- Directed by: Karen Oganesyan
- Produced by: Ruben Dishdishyan Anna Melikyan Irakli carbo Aram Movsesyan Yuri Moroz
- Starring: Konstantin Khabensky Vladimir Mashkov Chulpan Khamatova Armen Dzhigarkhanyan
- Cinematography: Zaur Bolotaev
- Music by: Nino Katamadze Insight
- Release date: 12 August 2008 (Vyborg Film Festival);
- Running time: 104 minutes
- Country: Russia
- Language: Russian

= The Ghost (2008 film) =

2008 Russian thriller film

The Ghost (Домовой - literally ‘House spirit’) is a 2008 Russian thriller film directed by Karen Oganesyan.

== Plot==
Crime fiction author Anton Prachenko is experiencing a creative crisis. New books are not written, old ones are badly sold. In addition there are problems with his small son and beloved woman which does not help with creating masterpieces. The legendary hired killer nicknamed as "Ghost" mercilessly shoots up a car with two people inside before his very eyes and helps Prachenko get out of his crisis in an unusual way. The killer becomes his ideological mastermind, brutally and visually revealing to him the harsh truth of life. Now they are inextricably linked with each other.

Carried away by the suddenly discovered prospects, the desire to go deeper into the skin of the hired killer, Anton loses all vigilance and the mysterious and cruel "Ghost" substitutes him. It turns out that the "mark" Anton was amusing himself with was the contract of "Ghost". And at the last stage of the scenario the killer murders the "mark" for real ... with the help of the same pistol with which Anton learned to shoot. All the evidence points to the writer.
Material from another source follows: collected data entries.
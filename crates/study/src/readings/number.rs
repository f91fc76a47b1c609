//! A reading's number in one shot, and why there may be none.
//!
//! Beside its value a number carries two magnitudes in the same unit. `scale` is what the
//! allowed error is relative to: the largest absolute value of the signal over the span, the
//! integral of the absolute value, the time since the event before an instant, a duration or a
//! ratio itself. `size` is what rounding is relative to: the magnitude that, times the rounding
//! of a signal's relative value, is the rounding of the reading. Through arithmetic both go by
//! the rules of error propagation,
//!
//! ```text
//! a + b: sa + sb      a b: |a| sb + |b| sa      a / b: (sa + |a/b| sb) / |b|      f(a): |f'(a)| sa
//! ```
//!
//! but the scale of a difference of times and of a ratio is the result itself, and at least a
//! thousandth of what the rules give: a ratio near zero is not asked for more digits than a
//! shot has.

/// A number with what its error is measured by; all three in one unit.
#[derive(Clone, Copy, Debug, Default, PartialEq)]
pub struct Number {
    /// The value.
    pub value: f64,
    /// What the allowed error is relative to, 0 or more.
    pub scale: f64,
    /// What rounding is relative to, 0 or more; 0 for a number that is exact.
    pub size: f64,
}

/// Why a reading has no number in a shot.
#[derive(Clone, Debug, PartialEq, Eq)]
pub enum Lack {
    /// It does not exist; why.
    Absent(String),
    /// It is without bound; why, with the instant.
    Unbounded(String),
    /// It depends on the potential at which an island was held; what to name instead.
    Floating(String),
}

/// A reading in one shot.
pub type Sample = Result<Number, Lack>;

/// Why there is none, in words.
pub fn absent<T>(why: impl Into<String>) -> Result<T, Lack> {
    Err(Lack::Absent(why.into()))
}

/// The least scale of a ratio or a duration, relative to what the rules of propagation give.
const LEAST: f64 = 1e-3;

impl Number {
    /// A number as written.
    #[must_use]
    pub fn exact(value: f64) -> Self {
        Number {
            value,
            scale: value.abs(),
            size: 0.0,
        }
    }

    /// A number whose scale and size are the same.
    #[must_use]
    pub fn new(value: f64, scale: f64) -> Self {
        Number {
            value,
            scale,
            size: scale,
        }
    }

    /// A ratio, a fraction or a duration made of parts that are known to `made_of`: its scale is
    /// itself.
    #[must_use]
    pub fn itself(value: f64, made_of: f64, size: f64) -> Self {
        Number {
            value,
            scale: value.abs().max(LEAST * made_of),
            size,
        }
    }

    /// From an instant to a later one, s.
    #[must_use]
    pub fn between(from: Number, to: Number) -> Self {
        let value = to.value - from.value;
        Number::itself(value, from.scale + to.scale, rounded(from, to, value))
    }

    /// The sum.
    #[must_use]
    pub fn plus(self, b: Number) -> Self {
        let value = self.value + b.value;
        Number {
            value,
            scale: self.scale + b.scale,
            size: rounded(self, b, value),
        }
    }

    /// The negative.
    #[must_use]
    pub fn negative(self) -> Self {
        Number {
            value: -self.value,
            ..self
        }
    }

    /// The product.
    #[must_use]
    pub fn times(self, b: Number) -> Self {
        let cross = |x: f64, y: f64| self.value.abs() * y + b.value.abs() * x;
        let value = self.value * b.value;
        Number {
            value,
            scale: cross(self.scale, b.scale),
            size: cross(self.size, b.size) + value.abs() / 4.0,
        }
    }

    /// The quotient.
    #[must_use]
    pub fn over(self, b: Number) -> Self {
        let value = self.value / b.value;
        let cross = |x: f64, y: f64| (x + value.abs() * y) / b.value.abs();
        Number::itself(
            value,
            cross(self.scale, b.scale),
            cross(self.size, b.size) + value.abs() / 4.0,
        )
    }

    /// A function of it with value `f` and derivative `d` there.
    #[must_use]
    pub fn mapped(self, f: f64, d: f64) -> Self {
        Number {
            value: f,
            scale: d.abs() * self.scale,
            size: d.abs() * self.size + f.abs() / 4.0,
        }
    }
}

/// The size of a sum or difference: exact operands leave only its own rounding.
fn rounded(a: Number, b: Number, value: f64) -> f64 {
    a.size + b.size + (a.value.abs() + b.value.abs() + value.abs()) / 16.0
}

#[cfg(test)]
mod tests {
    use super::*;

    #[test]
    fn the_scale_of_a_ratio_is_itself() {
        let r = Number::new(30.0, 100.0).over(Number::new(60.0, 100.0));
        assert_eq!((r.value, r.scale), (0.5, 0.5));
    }

    #[test]
    fn a_ratio_near_zero_keeps_a_thousandth_of_its_parts() {
        let r = Number::new(0.0, 100.0).over(Number::new(50.0, 100.0));
        assert_eq!((r.value, r.scale), (0.0, 0.002));
    }

    #[test]
    fn the_scale_of_a_sum_is_the_sum_of_the_scales() {
        let s = Number::new(5.0, 8.0).plus(Number::new(-5.0, 7.0));
        assert_eq!((s.value, s.scale), (0.0, 15.0));
    }
}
Now the police and bandits immediately rush in pursuit of Anton. Having kidnapped the agitated Anton, the "Ghost" takes him to some hovel outside the city, chains him up and threatening with reprisals against his relatives forces him to finish the book he started. While the writer is busy with this, the killer "disposes" of all witnesses and then goes to kill Anton. "Ghost" unfastens the writer and sets the house on fire. Exhausted Anton manages to hit "Ghost's" head and runs out into the street. When he runs a distance, the house explodes.

All charges have been dropped from Anton. The charred corpse found in the house is buried in a semi-abandoned cemetery somewhere outside the city. After some time, Anton, who became famous and revered thanks to a new book about the "Ghost", sees through a window a familiar silhouette at a book signing. In a panic, Anton leaves everything and hurries back to his relatives. Having made sure of their safety, Anton walks with them along the lake shore. One time the killer told Prachenko that it is possible to "carry out" any mark. It is more difficult to get away from persecution. After some time when Anton and his family leave, someone comes to the shore of the lake and feeds the birds. There is no doubt that the "Ghost" is alive and that the explosion of the house was just a dramatization of death, arranged in the spirit of Machiavelli. From now on, Anton's life will be completely different from the past. He will never forget the words of the killer: "You are not alone in the street ...".

== Cast ==
- Konstantin Khabensky as Anton Prachenko
- Vladimir Mashkov as Domovoy
- Chulpan Khamatova as Vika
- Armen Dzhigarkhanyan as Yavorsky
- Aleksandr Adabashyan as editor
- Vitali Kishchenko as investigator Snesarev
- Lyudmila Gavrilova

==Reception==
The film had a positive reception. Khabensky's acting was praised but the picture also received some criticism for predictable plotting.